The next question then is how did our logs get forwarded from FluentD to ElasticSearch. The logic for this is actually embedded in the fluentd-config-map.yaml file we deployed earlier:
Click on image to enlarge
The file contains a 'match' section which defines the configuration for forwarding logs to an ElasticSearch receiver. The host and port are injected as environment variables.
These environment variables are in turn defined in the 'fluentd-dapr-with-rbac.yaml' we deployed:
Click on image to enlarge
You can, of course add further 'match' sections to forward logs on to other destinations.
ElasticSearch
A Caveat
ElasticSearch has now been archived by the Elastic organisation. The final version to be released was ElasticSearch 8.5.1. The recommendation going forward is to to use the Elastic Cloud on Kubernetes if you are running the Elastic Stack on a Kubernetes platform: https://github.com/elastic/cloud-on-k8s. From the ElasticSearch Github Helm Chart page:
https://github.com/elastic/helm-charts/tree/main/elasticsearch
This Helm chart is a lightweight way to configure and run our official Elasticsearch Docker image
Warning When it comes to running the Elastic on Kubernetes infrastructure, we recommend Elastic Cloud on Kubernetes (ECK) as the best way to run and manage the Elastic Stack.

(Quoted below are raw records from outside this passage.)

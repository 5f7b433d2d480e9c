/**
 * A start for inverse questions: pressure, energy and entropy of fully ionised matter to some ten per cent, in closed form.
 *
 * Never part of a result. Electrons: closed forms at T = 0, the leading thermal term of Sommerfeld and Boltzmann's gas
 * with the relativistic mean energy, joined by power means; pairs by Boltzmann's law; ions: Sackur and Tetrode with the
 * Madelung energy and an interpolation of the plasma's entropy; photons.
 */
import {
  atomicMassConstant,
  boltzmannConstant,
  electronDensityUnit,
  electronRestEnergy,
  electronRestTemperature,
  radiationConstant,
  reducedPlanckConstant,
} from "../constants.js";
import type { Composition } from "../matter/composition.js";
import {
  DENSITY,
  ELECTRON_DENSITY,
  FERMI_ENERGY,
  fillPlasma,
  ION_COUPLING,
  PLASMA_TEMPERATURE_SQUARED,
  POINT_LENGTH,
  RELATIVITY,
  TEMPERATURE,
} from "../matter/plasma.js";
import { ENERGY_KIND, ENTHALPY_KIND, ENTROPY_KIND, PRESSURE_KIND } from "./slots.js";

/** Which kinds of matter an estimate counts. */
export interface EstimatedMatter {
  /** Electrons and positrons. */
  readonly electrons: boolean;
  /** Nuclei. */
  readonly ions: boolean;
  /** Their Coulomb energy too. */
  readonly coulomb: boolean;
  /** Photons. */
  readonly radiation: boolean;
}

/** Estimates at a point, and roots of them. */
export interface Estimate {
  /** Its first two slots of `point` are the input, `values` (by kind) the output. */
  readonly point: Float64Array;
  /** P, e, s, h. */
  readonly values: Float64Array;
  /** Fills the values. */
  fill(composition: Composition): void;
}

/** ln[(2 pi hbar^2/(m_u k T))^(3/2)] at T = 1 K, cgs. */
const ionPhaseSpace =
  1.5 * Math.log((2 * Math.PI * reducedPlanckConstant ** 2) / (atomicMassConstant * boltzmannConstant));

/** Phase space of dilute electrons over (beta (1 + 1.25 beta))^(3/2), cm^-3. */
const phaseSpace = electronDensityUnit * Math.sqrt(Math.PI / 2);

/** (a^-4 + b^-4)^(-1/4). */
function fourthMean(a: number, b: number): number {
  const ratio = a < b ? a / b : b / a;
  const square = ratio * ratio;
  return Math.min(a, b) / Math.sqrt(Math.sqrt(1 + square * square));
}

/** An estimator with its own records. */
export function estimateOf(matter: EstimatedMatter): Estimate {
  const point = new Float64Array(POINT_LENGTH);
  const values = new Float64Array(4);

  function addElectrons(density: number, temperature: number): void {
    const n = point[ELECTRON_DENSITY]!;
    const x = point[RELATIVITY]!;
    const beta = temperature / electronRestTemperature;
    const fermi = point[FERMI_ENERGY]!;
    const energy = 1 + fermi;
    const perGram = n / density;
    const kT = boltzmannConstant * temperature;
    const mean = 3 - 1.5 / (1 + 1.25 * beta); // kinetic energy of a dilute gas over kT
    const spread = beta * (1 + 1.25 * beta);
    const space = phaseSpace * spread * Math.sqrt(spread);
    const cold =
      x < 0.3
        ? x * x * (0.3 - 0.0536 * x * x)
        : (3 * (x * (2 * x * x + 1) * energy - Math.log(x + energy))) / (8 * x * x * x) - 1;
    const degenerate = (Math.PI * Math.PI * beta * energy) / (x * x);
    const thermal = kT / Math.sqrt(4 / (degenerate * degenerate) + 1 / (mean * mean));
    const dilution = degenerate / (degenerate + 2 * mean);
    const speed = x / energy;
    const exponent = ((2 - speed * speed) / 3) * (1 - dilution) + dilution / mean;
    const rarity = space / n;
    const dilute = mean * Math.log1p(Math.exp(1 + (1 + Math.log(rarity)) / mean));
    values[PRESSURE_KIND]! += n * (electronRestEnergy * (fermi - cold) + exponent * thermal);
    values[ENERGY_KIND]! += perGram * (electronRestEnergy * cold + thermal);
    values[ENTROPY_KIND]! += perGram * boltzmannConstant * fourthMean(degenerate, dilute);
    if (beta < 0.02) return;
    const pairs = space * Math.exp(-1 / beta);
    const positrons =
      rarity > 1
        ? (2 * pairs * pairs) / (n + Math.sqrt(n * n + 4 * pairs * pairs))
        : pairs * Math.exp(-(1 + fermi * (1 - rarity)) / beta);
    values[PRESSURE_KIND]! += 2 * positrons * kT;
    values[ENERGY_KIND]! += (2 * positrons * (electronRestEnergy + mean * kT)) / density;
    values[ENTROPY_KIND]! += (2 * positrons * boltzmannConstant * (mean + 1 + 1 / beta)) / density;
  }

  function addIons(composition: Composition, density: number, temperature: number): void {
    const ions = composition.ionsPerGram;
    const nk = ions * boltzmannConstant;
    const kT = nk * temperature;
    let entropy = 2.5 - (Math.log(ions * density) + ionPhaseSpace - 1.5 * Math.log(temperature));
    entropy -= composition.ionEntropyConstant;
    values[PRESSURE_KIND]! += density * kT;
    values[ENERGY_KIND]! += 1.5 * kT;
    const coupling = point[ION_COUPLING]!;
    if (!matter.coulomb || !(coupling > 0)) {
      values[ENTROPY_KIND]! += nk * entropy;
      return;
    }
    const root = Math.sqrt(coupling);
    const bound = (-0.896 * coupling * root) / (root + 1.035);
    const quantum = Math.sqrt(point[PLASMA_TEMPERATURE_SQUARED]!) / temperature;
    const kinetic = (1.5 * coupling) / (coupling + 30) + 0.77 * quantum;
    values[PRESSURE_KIND]! += density * kT * (bound / 3);
    values[ENERGY_KIND]! += kT * (bound + kinetic);
    if (coupling > 1) entropy -= Math.max(0, 2.84 * Math.sqrt(root) - 0.78 * Math.log(coupling) - 2.6);
    values[ENTROPY_KIND]! += 3 * nk * Math.log1p(Math.exp(entropy / 3));
  }

  function fill(composition: Composition): void {
    fillPlasma(point, composition);
    const density = point[DENSITY]!;
    const temperature = point[TEMPERATURE]!;
    values.fill(0);
    if (matter.electrons && point[ELECTRON_DENSITY]! > 0) addElectrons(density, temperature);
    if (matter.ions && composition.ionsPerGram > 0) addIons(composition, density, temperature);
    if (matter.radiation) {
      const cube = radiationConstant * temperature * temperature * temperature;
      values[PRESSURE_KIND]! += (cube * temperature) / 3;
      values[ENERGY_KIND]! += (cube * temperature) / density;
      values[ENTROPY_KIND]! += (4 * cube) / (3 * density);
    }
    values[ENTHALPY_KIND] = values[ENERGY_KIND]! + values[PRESSURE_KIND]! / density;
  }

  return { point, values, fill };
}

ECK offers many operational benefits for both our basic-tier and our enterprise-tier customers, such as spinning up cluster nodes that were lost on failed infrastructure, seamless upgrades, rolling cluster changes, and much much more.
With the release of the Elastic Stack Helm charts for Elastic version 8.5.1, we are handing over the ongoing maintenance of our Elastic Stack Helm charts to the community and contributors. This repository will finally be archived after 6 months time. Elastic Stacks deployed on Kubernetes through Helm charts will still be fully supported under EOL limitations.
Since we want to provide an even better experience for our customers by running the Elastic Stack on Kubernetes, we will continue maintaining the Helm charts applicable to ECK Custom Resources. These charts can be found in the ECK repository.
Helm charts will currently be maintained for ECK Enterprise-tier customers, however, we encourage the community to engage with the existing Helm charts for the Elastic Stack and continue supporting their ongoing maintenance.